[EXERCISE OBJECTIVE]
Reproduce the listing below word for word.

[DATA RECORDS]
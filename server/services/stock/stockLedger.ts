// The engine under every stock operation: lock the balances, apply signed moves, refuse anything
// that would make on hand or available negative, write balances and ledger rows together.
// Callers pass their transaction's EntityManager, so a document and its stock change commit as one.
import { randomUUID } from 'node:crypto'
import type { EntityManager } from 'typeorm'
import type { MoveType } from '../../../shared/catalog.js'
import { balanceAfter } from '../../../shared/inventory/balanceAfter.js'
import type { StockBalance } from '../../entities/StockBalance.js'
import { StockMove } from '../../entities/StockMove.js'
import { sqlOn } from '../../db/onConnection.js'
import { blendAverages, COSTED_IN, lockCostRows } from './averageCost.js'
import { balanceKey, groupKey, lockBalances, type WarehouseGroup } from './balanceLocks.js'
import { notEnoughAvailable, notEnoughOnHand } from './stockErrors.js'
import { loadLookups, type Lookups } from './stockLookups.js'

export interface DocRef {
  docType: string
  docId: number
  docLineId?: number | null
}

export interface StockActor {
  userId: number | null
}

export interface MoveSpec {
  moveType: MoveType
  itemId: number
  binId: number
  lotId: number | null
  /** Signed quantity in stock units. */
  qty: number
  unitCost?: string | null
  doc?: DocRef | null
  reason?: string | null
  note?: string | null
  /** Units of this outgoing move that were reserved for it (a pick consuming its reservation). */
  fromReserved?: number
}

export interface AppliedMoves {
  batchId: string
  moves: StockMove[]
  balances: Map<string, StockBalance>
  lookups: Lookups
}

function checkQuantities(specs: readonly MoveSpec[]): void {
  for (const s of specs) {
    if (!Number.isSafeInteger(s.qty) || s.qty === 0) throw new RangeError(`move quantity must be a non-zero integer, got ${s.qty}`)
    const fromReserved = s.fromReserved ?? 0
    if (fromReserved < 0 || fromReserved > Math.abs(s.qty) || (fromReserved > 0 && s.qty > 0)) {
      throw new RangeError('fromReserved must be within an outgoing move')
    }
  }
}

const MOVE_COLUMNS = ['at', 'move_type', 'item_id', 'warehouse_id', 'bin_id', 'lot_id', 'qty', 'unit_cost', 'doc_type', 'doc_id', 'doc_line_id', 'reason', 'note', 'batch_id', 'user_id']
const MOVE_ROW = `(${MOVE_COLUMNS.map(() => '?').join(', ')})`
const INSERT_MOVES = `INSERT INTO stock_moves (${MOVE_COLUMNS.join(', ')}) VALUES `

/** `preloaded`: the lookups the caller already loaded for exactly these moves (one read per operation). */
export async function applyMoves(em: EntityManager, actor: StockActor, specs: readonly MoveSpec[], preloaded?: Lookups): Promise<AppliedMoves> {
  checkQuantities(specs)
  const lookups = preloaded ?? (await loadLookups(em, specs))
  const keys = specs.map((s) => ({ ...s, warehouseId: lookups.bin(s.binId).warehouseId }))
  // Stock coming in at a cost blends into its warehouse's moving average: the cost rows first, then the
  // item's whole balance group there, all in the one lock order (balanceLocks.ts).
  const costed = keys.filter((k) => COSTED_IN.has(k.moveType))
  const groups = new Map<string, WarehouseGroup>(costed.map((k) => [groupKey(k), { itemId: k.itemId, warehouseId: k.warehouseId }]))
  const averages = await lockCostRows(em, [...groups.values()])
  const locked = await lockBalances(em, keys, { create: specs.some((s) => s.qty > 0), wholeGroups: [...groups.values()] })
  if (costed.length) {
    await blendAverages(em, averages, locked.groupOnHand, costed.map((k) => {
      if (k.unitCost == null) throw new RangeError(`a ${k.moveType} needs a unit cost`)
      return { itemId: k.itemId, warehouseId: k.warehouseId, qty: k.qty, unitCost: k.unitCost }
    }))
  }
  const balances = locked.rows
  for (const s of specs) {
    const key = balanceKey(s)
    const bal = balances.get(key)
    const described = lookups.describe(s)
    if (!bal) throw notEnoughOnHand(described, 0, -s.qty)
    const fromReserved = s.fromReserved ?? 0
    if (bal.reserved - fromReserved < 0) throw new RangeError(`reservation of ${described.sku} larger than the reserved quantity`)
    const after = balanceAfter(bal, s.qty, fromReserved)
    if (!after.ok) {
      throw after.problem === 'not_enough_on_hand' ? notEnoughOnHand(described, bal.onHand, -s.qty) : notEnoughAvailable(described, bal.onHand, bal.reserved, -s.qty)
    }
    bal.onHand = after.onHand
    bal.reserved = after.reserved
  }
  // Plain SQL for the two writes every stock move makes: the ORM's update and insert build their statement
  // through its query builder on each call, a measurable share of a stock issue's CPU (npm run bench --cpu-prof).
  for (const bal of balances.values()) {
    await sqlOn(em, 'UPDATE stock_balances SET on_hand = ?, reserved = ?, updated_at = CURRENT_TIMESTAMP WHERE id = ?', [bal.onHand, bal.reserved, bal.id])
  }
  const batchId = randomUUID()
  const at = new Date()
  const moves = specs.map((s) =>
    Object.assign(new StockMove(), {
      at,
      moveType: s.moveType,
      itemId: s.itemId,
      warehouseId: lookups.bin(s.binId).warehouseId,
      binId: s.binId,
      lotId: s.lotId,
      qty: s.qty,
      unitCost: s.unitCost ?? null,
      docType: s.doc?.docType ?? null,
      docId: s.doc?.docId ?? null,
      docLineId: s.doc?.docLineId ?? null,
      reason: s.reason ?? null,
      note: s.note ?? null,
      batchId,
      userId: actor.userId,
    }),
  )
  const inserted = await sqlOn<{ insertId: number | string }>(
    em,
    INSERT_MOVES + moves.map(() => MOVE_ROW).join(', '),
    moves.flatMap((m) => [m.at, m.moveType, m.itemId, m.warehouseId, m.binId, m.lotId, m.qty, m.unitCost, m.docType, m.docId, m.docLineId, m.reason, m.note, m.batchId, m.userId]),
  )
  // One multi-row INSERT of a known row count gets consecutive ids from the first in every InnoDB
  // auto-increment lock mode (source: MySQL Reference Manual, "AUTO_INCREMENT Handling in InnoDB", simple
  // inserts). The ORM's own multi-row insert numbers its rows the same way.
  moves.forEach((m, i) => {
    m.id = String(BigInt(inserted.insertId) + BigInt(i))
  })
  return { batchId, moves, balances, lookups }
}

[REPLY TO THE EXERCISE]
filename server/services/stock/stockLedger.ts
// The engine under every stock operation: lock the balances, apply signed moves, refuse anything
// that would make on hand or available negative, write balances and ledger rows together.
// Callers pass their transaction's EntityManager, so a document and its stock change commit as one.
import { randomUUID } from 'node:crypto'
import type { EntityManager } from 'typeorm'
import type { MoveType } from '../../../shared/catalog.js'
import { balanceAfter } from '../../../shared/inventory/balanceAfter.js'
import type { StockBalance } from '../../entities/StockBalance.js'
import { StockMove } from '../../entities/StockMove.js'
import { sqlOn } from '../../db/onConnection.js'
import { blendAverages, COSTED_IN, lockCostRows } from './averageCost.js'
import { balanceKey, groupKey, lockBalances, type WarehouseGroup } from './balanceLocks.js'
import { notEnoughAvailable, notEnoughOnHand } from './stockErrors.js'
import { loadLookups, type Lookups } from './stockLookups.js'

export interface DocRef {
  docType: string
  docId: number
  docLineId?: number | null
}

export interface StockActor {
  userId: number | null
}

export interface MoveSpec {
  moveType: MoveType
  itemId: number
  binId: number
  lotId: number | null
  /** Signed quantity in stock units. */
  qty: number
  unitCost?: string | null
  doc?: DocRef | null
  reason?: string | null
  note?: string | null
  /** Units of this outgoing move that were reserved for it (a pick consuming its reservation). */
  fromReserved?: number
}

export interface AppliedMoves {
  batchId: string
  moves: StockMove[]
  balances: Map<string, StockBalance>
  lookups: Lookups
}

function checkQuantities(specs: readonly MoveSpec[]): void {
  for (const s of specs) {
    if (!Number.isSafeInteger(s.qty) || s.qty === 0) throw new RangeError(`move quantity must be a non-zero integer, got ${s.qty}`)
    const fromReserved = s.fromReserved ?? 0
    if (fromReserved < 0 || fromReserved > Math.abs(s.qty) || (fromReserved > 0 && s.qty > 0)) {
      throw new RangeError('fromReserved must be within an outgoing move')
    }
  }
}

const MOVE_COLUMNS = ['at', 'move_type', 'item_id', 'warehouse_id', 'bin_id', 'lot_id', 'qty', 'unit_cost', 'doc_type', 'doc_id', 'doc_line_id', 'reason', 'note', 'batch_id', 'user_id']
const MOVE_ROW = `(${MOVE_COLUMNS.map(() => '?').join(', ')})`
const INSERT_MOVES = `INSERT INTO stock_moves (${MOVE_COLUMNS.join(', ')}) VALUES `

/** `preloaded`: the lookups the caller already loaded for exactly these moves (one read per operation). */
export async function applyMoves(em: EntityManager, actor: StockActor, specs: readonly MoveSpec[], preloaded?: Lookups): Promise<AppliedMoves> {
  checkQuantities(specs)
  const lookups = preloaded ?? (await loadLookups(em, specs))
  const keys = specs.map((s) => ({ ...s, warehouseId: lookups.bin(s.binId).warehouseId }))
  // Stock coming in at a cost blends into its warehouse's moving average: the cost rows first, then the
  // item's whole balance group there, all in the one lock order (balanceLocks.ts).
  const costed = keys.filter((k) => COSTED_IN.has(k.moveType))
  const groups = new Map<string, WarehouseGroup>(costed.map((k) => [groupKey(k), { itemId: k.itemId, warehouseId: k.warehouseId }]))
  const averages = await lockCostRows(em, [...groups.values()])
  const locked = await lockBalances(em, keys, { create: specs.some((s) => s.qty > 0), wholeGroups: [...groups.values()] })
  if (costed.length) {
    await blendAverages(em, averages, locked.groupOnHand, costed.map((k) => {
      if (k.unitCost == null) throw new RangeError(`a ${k.moveType} needs a unit cost`)
      return { itemId: k.itemId, warehouseId: k.warehouseId, qty: k.qty, unitCost: k.unitCost }
    }))
  }
  const balances = locked.rows
  for (const s of specs) {
    const key = balanceKey(s)
    const bal = balances.get(key)
    const described = lookups.describe(s)
    if (!bal) throw notEnoughOnHand(described, 0, -s.qty)
    const fromReserved = s.fromReserved ?? 0
    if (bal.reserved - fromReserved < 0) throw new RangeError(`reservation of ${described.sku} larger than the reserved quantity`)
    const after = balanceAfter(bal, s.qty, fromReserved)
    if (!after.ok) {
      throw after.problem === 'not_enough_on_hand' ? notEnoughOnHand(described, bal.onHand, -s.qty) : notEnoughAvailable(described, bal.onHand, bal.reserved, -s.qty)
    }
    bal.onHand = after.onHand
    bal.reserved = after.reserved
  }
  // Plain SQL for the two writes every stock move makes: the ORM's update and insert build their statement
  // through its query builder on each call, a measurable share of a stock issue's CPU (npm run bench --cpu-prof).
  for (const bal of balances.values()) {
    await sqlOn(em, 'UPDATE stock_balances SET on_hand = ?, reserved = ?, updated_at = CURRENT_TIMESTAMP WHERE id = ?', [bal.onHand, bal.reserved, bal.id])
  }
  const batchId = randomUUID()
  const at = new Date()
  const moves = specs.map((s) =>
    Object.assign(new StockMove(), {
      at,
      moveType: s.moveType,
      itemId: s.itemId,
      warehouseId: lookups.bin(s.binId).warehouseId,
      binId: s.binId,
      lotId: s.lotId,
      qty: s.qty,
      unitCost: s.unitCost ?? null,
      docType: s.doc?.docType ?? null,
      docId: s.doc?.docId ?? null,
      docLineId: s.doc?.docLineId ?? null,
      reason: s.reason ?? null,
      note: s.note ?? null,
      batchId,
      userId: actor.userId,
    }),
  )
  const inserted = await sqlOn<{ insertId: number | string }>(
    em,
    INSERT_MOVES + moves.map(() => MOVE_ROW).join(', '),
    moves.flatMap((m) => [m.at, m.moveType, m.itemId, m.warehouseId, m.binId, m.lotId, m.qty, m.unitCost, m.docType, m.docId, m.docLineId, m.reason, m.note, m.batchId, m.userId]),
  )
  // One multi-row INSERT of a known row count gets consecutive ids from the first in every InnoDB
  // auto-increment lock mode (source: MySQL Reference Manual, "AUTO_INCREMENT Handling in InnoDB", simple
  // inserts). The ORM's own multi-row insert numbers its rows the same way.
  moves.forEach((m, i) => {
    m.id = String(BigInt(inserted.insertId) + BigInt(i))
  })
  return { batchId, moves, balances, lookups }
}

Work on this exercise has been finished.